[Data for the task — start]

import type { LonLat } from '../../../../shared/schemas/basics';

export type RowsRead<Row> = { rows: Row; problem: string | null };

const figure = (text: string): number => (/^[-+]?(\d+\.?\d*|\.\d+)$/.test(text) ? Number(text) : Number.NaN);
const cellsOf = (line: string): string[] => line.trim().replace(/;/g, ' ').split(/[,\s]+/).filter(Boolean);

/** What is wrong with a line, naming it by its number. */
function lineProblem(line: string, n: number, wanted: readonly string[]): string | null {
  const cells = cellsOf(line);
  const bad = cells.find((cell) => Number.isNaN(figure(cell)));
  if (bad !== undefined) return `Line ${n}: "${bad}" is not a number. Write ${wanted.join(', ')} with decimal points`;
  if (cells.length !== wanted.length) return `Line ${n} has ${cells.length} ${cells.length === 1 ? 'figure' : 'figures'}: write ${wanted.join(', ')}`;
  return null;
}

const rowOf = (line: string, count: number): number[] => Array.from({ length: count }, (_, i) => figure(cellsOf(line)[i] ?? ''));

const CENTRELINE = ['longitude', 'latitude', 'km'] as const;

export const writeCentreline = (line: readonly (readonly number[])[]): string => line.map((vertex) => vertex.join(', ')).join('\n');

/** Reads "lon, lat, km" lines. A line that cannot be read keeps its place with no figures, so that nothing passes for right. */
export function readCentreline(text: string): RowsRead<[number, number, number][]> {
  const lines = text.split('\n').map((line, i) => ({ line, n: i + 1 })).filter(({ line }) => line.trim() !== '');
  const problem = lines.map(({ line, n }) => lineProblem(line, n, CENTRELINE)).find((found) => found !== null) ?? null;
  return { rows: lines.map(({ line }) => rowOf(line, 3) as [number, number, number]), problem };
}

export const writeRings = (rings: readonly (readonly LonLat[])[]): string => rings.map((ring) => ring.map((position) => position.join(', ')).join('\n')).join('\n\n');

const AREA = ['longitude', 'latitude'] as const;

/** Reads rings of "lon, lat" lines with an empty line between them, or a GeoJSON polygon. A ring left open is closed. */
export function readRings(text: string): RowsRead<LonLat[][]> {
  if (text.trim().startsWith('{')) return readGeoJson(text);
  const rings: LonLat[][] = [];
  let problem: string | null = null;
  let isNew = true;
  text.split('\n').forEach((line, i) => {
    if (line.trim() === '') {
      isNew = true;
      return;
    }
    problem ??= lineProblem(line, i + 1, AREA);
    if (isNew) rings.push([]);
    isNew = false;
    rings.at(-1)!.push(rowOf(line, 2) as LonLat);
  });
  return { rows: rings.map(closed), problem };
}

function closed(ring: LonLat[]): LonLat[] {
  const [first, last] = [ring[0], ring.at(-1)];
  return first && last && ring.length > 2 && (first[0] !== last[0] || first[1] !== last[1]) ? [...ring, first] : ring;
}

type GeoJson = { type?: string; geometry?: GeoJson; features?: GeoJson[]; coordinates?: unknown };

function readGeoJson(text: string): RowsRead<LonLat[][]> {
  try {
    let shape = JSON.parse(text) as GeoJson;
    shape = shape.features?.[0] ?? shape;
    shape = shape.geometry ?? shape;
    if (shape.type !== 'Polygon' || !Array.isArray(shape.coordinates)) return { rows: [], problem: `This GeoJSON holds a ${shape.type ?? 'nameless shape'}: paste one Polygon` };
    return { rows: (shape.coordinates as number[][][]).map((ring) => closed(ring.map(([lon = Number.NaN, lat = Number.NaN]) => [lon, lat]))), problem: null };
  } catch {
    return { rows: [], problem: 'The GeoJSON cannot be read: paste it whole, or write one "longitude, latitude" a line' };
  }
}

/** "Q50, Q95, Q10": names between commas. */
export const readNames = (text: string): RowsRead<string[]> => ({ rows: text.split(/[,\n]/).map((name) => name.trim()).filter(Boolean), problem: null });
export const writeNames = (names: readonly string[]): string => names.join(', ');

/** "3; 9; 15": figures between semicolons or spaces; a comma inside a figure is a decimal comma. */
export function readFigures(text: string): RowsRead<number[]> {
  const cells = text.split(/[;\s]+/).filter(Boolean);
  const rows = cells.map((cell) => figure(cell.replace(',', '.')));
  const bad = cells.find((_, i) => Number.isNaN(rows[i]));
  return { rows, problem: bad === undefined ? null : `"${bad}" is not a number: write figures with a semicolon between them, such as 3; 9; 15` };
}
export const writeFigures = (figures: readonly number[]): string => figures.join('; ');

[Data for the task — finish]

Prompt ::
Could you please copy the lines above exactly, beginning at the first and ending at the line that contains "const figure = (text: string): number"?

Task solution ::
import type { LonLat } from '../../../../shared/schemas/basics';

export type RowsRead<Row> = { rows: Row; problem: string | null };

const figure = (text: string): number => (/^[-+]?(\d+\.?\d*|\.\d+)$/.test(text) ? Number(text) : Number.NaN);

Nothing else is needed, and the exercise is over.